It must be a misnomer on PyTorch's side. Clearly it's neither CUDA nor OpenCL. A...

omneity · on Oct 6, 2023

I believe the fp64 limitation came from the laptop-grade GPU I had rather than inherent to AMD or ROCm.

The API level I could target was at least two or three versions behind the latest they have to offer.

KeplerBoy · on Oct 6, 2023

Might very well be true. I don't blame anyone for not diving deeper into figuring out why this stuff doesn't work.

But this is one of the great strengths of CUDA: I can develop a kernel on my workstation, my boss can demo it on his laptop and we can deploy it on Jetsons or the multi-gpu cluster with minimal changes and i can be sure that everything runs everywhere.

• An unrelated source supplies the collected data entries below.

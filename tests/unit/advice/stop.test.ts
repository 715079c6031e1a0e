/**
 * Cool-down stops: placed before the brakes would cross the fade (hot) line, where a rig can stand (the crest,
 * a named waypoint, or road no steeper than 4 % over a 100 m parking stretch, never on the downgrade), named
 * after a waypoint within a few hundred metres, lasting what the standstill cooling model needs (lib/thermal
 * standstillTimeToReach), rounded up to whole minutes (at least 5, at most 30), and proven by a full re-run
 * with HeatRunOptions.stops. The cooling law is docs/model.md (exact exponential for convection only); where
 * to stop is common practice, no published source.
 */

import { describe, expect, it } from "vitest";
import { adviseRig, DEFAULT_ADVICE_SETTINGS, isBelow, outcomeOf, stopDuration, stopTargets, type PlannedStop } from "@/lib/advice";
import { firstCrossing, nearestIndex } from "@/lib/advice/stop-place";
import { resolveModel, runHeatRun, standstillTimeToReach } from "@/lib/thermal";
import { benchDescent, gradeAround, oneDescent, UTE_VAN, waypointAt } from "./scenarios";

const route = benchDescent(); // crest at 3.0 km, bench (2 % down) from 4.0 to 4.3 km, bottom at 5.1 km
const { descent } = route;
const { maxStopGrade, minStopS, maxStopS } = DEFAULT_ADVICE_SETTINGS;

function stopAdvice(waypoints = [waypointAt("Saddle Bay", 3900)]) {
  const a = adviseRig({ route: route.profile, descents: route.descents, rig: UTE_VAN, waypoints }).descents[0]!;
  expect(a.stop).not.toBeNull();
  return a.stop!;
}

describe("cool-down stop", () => {
  const advice = stopAdvice();
  const stop = advice.stops[0] as PlannedStop;
  const proof = runHeatRun(route.profile, UTE_VAN, { stops: advice.stops.map((s) => ({ atM: s.atM, durationS: s.durationS })) });
  const asPlanned = runHeatRun(route.profile, UTE_VAN);

  it("is advised because the descent reaches the hot line as planned", () => {
    expect(isBelow(outcomeOf(asPlanned, descent.startDistanceM, descent.endDistanceM), "hot")).toBe(false);
    expect(advice.line).toBe("hot");
    expect(advice.stops).toHaveLength(1);
  });

  it("comes before the point where the hot line would be crossed", () => {
    const k = firstCrossing(asPlanned, descent.startDistanceM, descent.endDistanceM, "hot");
    expect(stop.atM).toBeLessThan(asPlanned.trace.distanceM[k]!);
    expect(stop.atM).toBeGreaterThanOrEqual(descent.startDistanceM - 500);
  });

  it("without waypoints, is made on the bench, where the road is no steeper than 4 % over the parking stretch", () => {
    const unnamed = stopAdvice([]).stops[0]!;
    expect(unnamed.place.kind).toBe("flat");
    expect(unnamed.atM).toBeGreaterThanOrEqual(4000);
    expect(unnamed.atM).toBeLessThanOrEqual(4300);
    expect(Math.abs(gradeAround(route.profile, unnamed.atM))).toBeLessThanOrEqual(maxStopGrade + 1e-9);
    if (unnamed.place.kind === "flat") expect(unnamed.place.grade).toBeCloseTo(gradeAround(route.profile, unnamed.atM), 9);
  });

  it("uses a named waypoint within a few hundred metres of the chosen place, and keeps its name", () => {
    expect(stop.place).toEqual({ kind: "waypoint", name: "Saddle Bay" });
    expect(stop.atM).toBe(3900);
    const unnamed = stopAdvice([]).stops[0]!;
    expect(Math.abs(unnamed.atM - 3900)).toBeLessThanOrEqual(400); // the waypoint was within the snap distance
    const far = stopAdvice([waypointAt("Far Gate", 3700)]).stops[0]!;
    expect(far.place.kind).toBe("flat"); // more than 400 m from the chosen place: not used
    expect(far.atM).toBe(unnamed.atM);
  });

  it("is not advised on a steady 10 % descent, where the only place to stand is the crest and the brakes are cold there", () => {
    const steady = oneDescent(-0.1, 2100);
    const a = adviseRig({ route: steady.profile, descents: steady.descents, rig: UTE_VAN }).descents[0]!;
    expect(a.stop).not.toBeNull();
    expect(a.stop!.stops).toEqual([]);
    expect(a.plan.stops).toEqual([]);
  });

  it("lasts no longer than the standstill cooling model needs to bring every brake to its target, in whole minutes, at least 5", () => {
    const k = nearestIndex(proof.trace.distanceM, stop.atM);
    const arrival = proof.trace.rotorC.map((c) => c[k]!);
    arrival.forEach((t, j) => expect(t).toBeCloseTo(stop.arrivalC[j]!, 6));
    const targets = stopTargets(proof.model, 50);
    expect(targets).toEqual([200, 150, 150]); // warm lines 250 / 200 / 200 °C minus 50 K
    const need = standstillTimeToReach({ rotorC: arrival, fluidC: arrival.map(() => NaN) }, proof.positions, targets, 25).durationS;
    expect(stop.modelTimeS).toBeCloseTo(need, 6);
    expect(stop.capped).toBe(false);
    expect(stop.durationS).toBeLessThanOrEqual(Math.max(minStopS, Math.ceil(need / 60) * 60));
    expect(stop.durationS).toBeGreaterThanOrEqual(minStopS);
    expect(stop.durationS).toBeLessThanOrEqual(maxStopS);
    expect(stop.durationS % 60).toBe(0);
  });

  it("is the shortest 5-minute step that keeps the descent below the line: 5 minutes less is not enough", () => {
    const o = outcomeOf(proof, descent.startDistanceM, descent.endDistanceM);
    expect(isBelow(o, "hot")).toBe(true);
    if (stop.durationS - 300 >= minStopS) {
      const shorter = runHeatRun(route.profile, UTE_VAN, { stops: [{ atM: stop.atM, durationS: stop.durationS - 300 }] });
      expect(isBelow(outcomeOf(shorter, descent.startDistanceM, descent.endDistanceM), "hot")).toBe(false);
    } else {
      expect(stop.durationS).toBe(minStopS); // already the shortest stop the advice gives
    }
  });

  it("keeps every brake below the hot line in the re-run with the stop", () => {
    const o = outcomeOf(proof, descent.startDistanceM, descent.endDistanceM);
    expect(isBelow(o, "hot")).toBe(true);
    expect(advice.enough).toBe(true);
    expect(o.positions.map((p) => p.peakC)).toEqual(advice.outcome.positions.map((p) => p.peakC));
  });
});

describe("stop duration", () => {
  it("matches the analytic convection-only cooling law t = τ·ln((T0 − Ta)/(T1 − Ta)), τ = m·c/(f·hA_0)", () => {
    // emissivity 0: no radiation, so the standstill conductance is f·hA_0, constant (docs/model.md)
    const model = resolveModel(UTE_VAN, { emissivity: 0 });
    const front = model.positions[0]!;
    const tau = (front.massKg * front.specificHeat) / (front.standstillFactor * front.standstillConductanceWK);
    const analytic = tau * Math.log((300 - 25) / (200 - 25));
    const d = stopDuration(model, [300, 25, 25], [200, 150, 150], { minStopS: 300, maxStopS: 1e9 });
    expect(d.modelTimeS).toBeCloseTo(analytic, 3);
    expect(d.durationS).toBe(Math.ceil(analytic / 60) * 60);
    // [D] 10 kg × 460 J/(kg·K) / (0.85 × 1.25 × (0.32/0.33)²) W/K ≈ 4,608 s; × ln(275/175) ≈ 2,083 s
    expect(analytic).toBeCloseTo(2083, -1);
  });

  it("is at least 5 minutes and at most the longest stop (30 minutes), in whole minutes, and says when it was capped", () => {
    const model = resolveModel(UTE_VAN);
    expect([minStopS, maxStopS]).toEqual([300, 1800]); // 5 and 30 minutes
    expect(stopDuration(model, [205, 25, 25], [200, 150, 150], { minStopS, maxStopS }).durationS).toBe(300);
    const long = stopDuration(model, [600, 600, 600], [200, 150, 150], { minStopS, maxStopS });
    expect(long.modelTimeS).toBeGreaterThan(maxStopS);
    expect(long.durationS).toBe(1800);
    expect(long.capped).toBe(true);
    const odd = stopDuration(model, [600, 600, 600], [200, 150, 150], { minStopS, maxStopS: 1830 });
    expect(odd.durationS).toBe(1800); // whole minutes even when the longest stop is not
  });
});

brutus1213 · on Oct 7, 2023

There is indeed something excellent about CUDA from a user perspective that is hard to beat. I do high-level DNN and it is not clear to me what it is or why that is. Anytime I have worked on optimizing to mobile hardware (not Jetson, but actual phones or accelerators), it is just a world of hurt and incompatibilities. This notion that operators or subgraphs can be accelerated by lower level closed blobs .. I wonder if that is part of the issue. But then why doesn't OpenCL not just work? I thought it gave a CUDA kernel like general purpose abstraction.

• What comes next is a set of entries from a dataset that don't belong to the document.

/**
 * The proof: the whole route re-run in one piece at its own step with every descent's combined
 * plan applied (proveAdvice, adviceOptions). Advice exists to cool the brakes, so on every advised descent the
 * re-run's peaks are at or below the peaks as planned; and the engine's own proof, built from pieces, agrees
 * with the one-piece re-run within a few kelvin. Checked with an independent runHeatRun.
 */

import { describe, expect, it } from "vitest";
import { adviceOptions, adviseRig, outcomeOf, proveAdvice } from "@/lib/advice";
import { prepareRoute, runHeatRun, validateRouteProfile } from "@/lib/thermal";
import { twoDescents, UTE_VAN, UTE_VAN_LOW_GAIN } from "./scenarios";

const route = twoDescents();

describe.each([
  { name: "ute and caravan", rig: UTE_VAN },
  { name: "ute and caravan, controller gain 0.5", rig: UTE_VAN_LOW_GAIN },
])("proveAdvice, $name", ({ rig }) => {
  const advice = adviseRig({ route: route.profile, descents: route.descents, rig });
  const proof = proveAdvice(route.profile, route.descents, rig, advice);

  it("advises both descents (both reach warm or worse as planned)", () => {
    expect(advice.descents.map((d) => d.descentIndex)).toEqual([0, 1]);
  });

  it("keeps every position at or below its as-planned peak on each advised descent", () => {
    for (const a of advice.descents) {
      const withAdvice = proof.descents[a.descentIndex]!;
      withAdvice.positions.forEach((p, j) => expect(p.peakC).toBeLessThanOrEqual(a.baseline.positions[j]!.peakC + 1e-9));
    }
  });

  it("is the same as an independent whole-route heat run with the advice as options", () => {
    const run = runHeatRun(route.profile, rig, adviceOptions(advice));
    route.descents.forEach((d, i) => {
      const own = outcomeOf(run, d.startDistanceM, d.endDistanceM);
      proof.descents[i]!.positions.forEach((p, j) => expect(p.peakC).toBeCloseTo(own.positions[j]!.peakC, 9));
    });
    expect(proof.result.trace.length).toBe(route.profile.distanceM.length); // the route's own step, one piece
  });

  it("agrees with the engine's proof (built from pieces) within 5 K on every descent", () => {
    advice.proof.forEach((p, i) => {
      p.withAdvice.positions.forEach((q, j) => expect(Math.abs(q.peakC - proof.descents[i]!.positions[j]!.peakC)).toBeLessThan(5));
      expect(p.withAdvice.worstClass).toBe(proof.descents[i]!.worstClass);
    });
  });

  it("turns each combined plan into a control from crest to bottom, keeping the plan's own options", () => {
    const base = { controls: [{ startM: 0, endM: 1000, speedMs: 20 }], stops: [{ atM: 500, durationS: 60 }] };
    const opts = adviceOptions(advice, base);
    expect(opts.controls![0]).toEqual(base.controls[0]);
    expect(opts.stops![0]).toEqual(base.stops[0]);
    for (const a of advice.descents) {
      const { gear, speedMs } = a.plan.plan;
      if (gear === undefined && speedMs === undefined) continue;
      const c = opts.controls!.find((x) => x.startM === a.descent.startDistanceM && x.endM === a.descent.endDistanceM);
      expect(c).toBeDefined();
      expect(c!.gear).toBe(gear);
      expect(c!.speedMs).toBe(speedMs);
    }
  });

  it("takes a prepared route as well as a profile", () => {
    const prepared = prepareRoute(validateRouteProfile(route.profile));
    const again = proveAdvice(prepared, route.descents, rig, advice);
    expect(again.descents).toEqual(proof.descents);
  });
});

I just don't understand the details enough to understand why things are problematic without CUDA :(

iopq · on Oct 7, 2023

Sorry, still trying to install some dependencies for DNN and CUDA, not sure why it says my Clang version is too new (!)

JonChesterfield · on Oct 7, 2023

FP64 is what HPC is built on. F32 works on the cards too (same rate or faster). I don't know the status of F16 or F8.

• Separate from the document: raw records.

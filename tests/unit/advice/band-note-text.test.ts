/**
 * The uncertainty note in words (lib/advice/render.ts bandNoteText): a band's upper edge at or past the brake's
 * validity ceiling is never printed as a number (docs/model.md, "Validity ceiling").
 */
import { describe, expect, it } from "vitest";
import { bandNoteText } from "@/lib/advice/render";
import type { BandNote } from "@/lib/advice";

const note: BandNote = {
  descentIndex: 1,
  line: "hot",
  hits: [
    { position: "front", peakC: 330, highC: 372, limitC: 350 },
    { position: "trailer", peakC: 300, highC: 640, limitC: 320 },
  ],
};

describe("bandNoteText", () => {
  it("names the descent, the line and each brake's upper edge", () => {
    const text = bandNoteText(note, "metric", "caravan");
    expect(text).toMatch(/^Could reach fade on descent 2 within the model's uncertainty: front up to about 370 °C \(its line is 350 °C\)/);
  });
  it("says beyond Fadeline's range for an upper edge at or past the ceiling, with no number for it", () => {
    const text = bandNoteText(note, "metric", "caravan", { front: 600, trailer: 590 });
    expect(text).toContain("caravan could go beyond Fadeline's range (its line is 320 °C)");
    expect(text).not.toMatch(/6[0-9]0 °C/);
    expect(text).toContain("front up to about 370 °C");
  });
  it("follows the unit system", () => {
    expect(bandNoteText(note, "imperial", "camper", { front: 600, trailer: 590 })).toContain("front up to about 700 °F (its line is 662 °F)");
  });
});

Some architectures provide fast F16->F32 and F32->F16 conversion instructions so you can DIY the memory bandwidth saving - that always seemed reasonable to me, but I don't know if the AMD hardware people are/will go down that path.

KeplerBoy · on Oct 7, 2023

Sure but Radeon cards are not HPC accelerators. A modest 7800XT for example, which would be a great card for SD, has 76 TFlops@FP16, 37TF@FP32 and 1.16TF@FP64.

Keeping all those FPUs busy is another problem and not easy, but in cases where it can be done FP32 is clearly desirable.

londons_explore · on Oct 7, 2023

More importantly, if you specify FP16, yet the hardware only supports FP32, then the library should emit a warning but work anyway, doing transparent casts behind your back as necessary.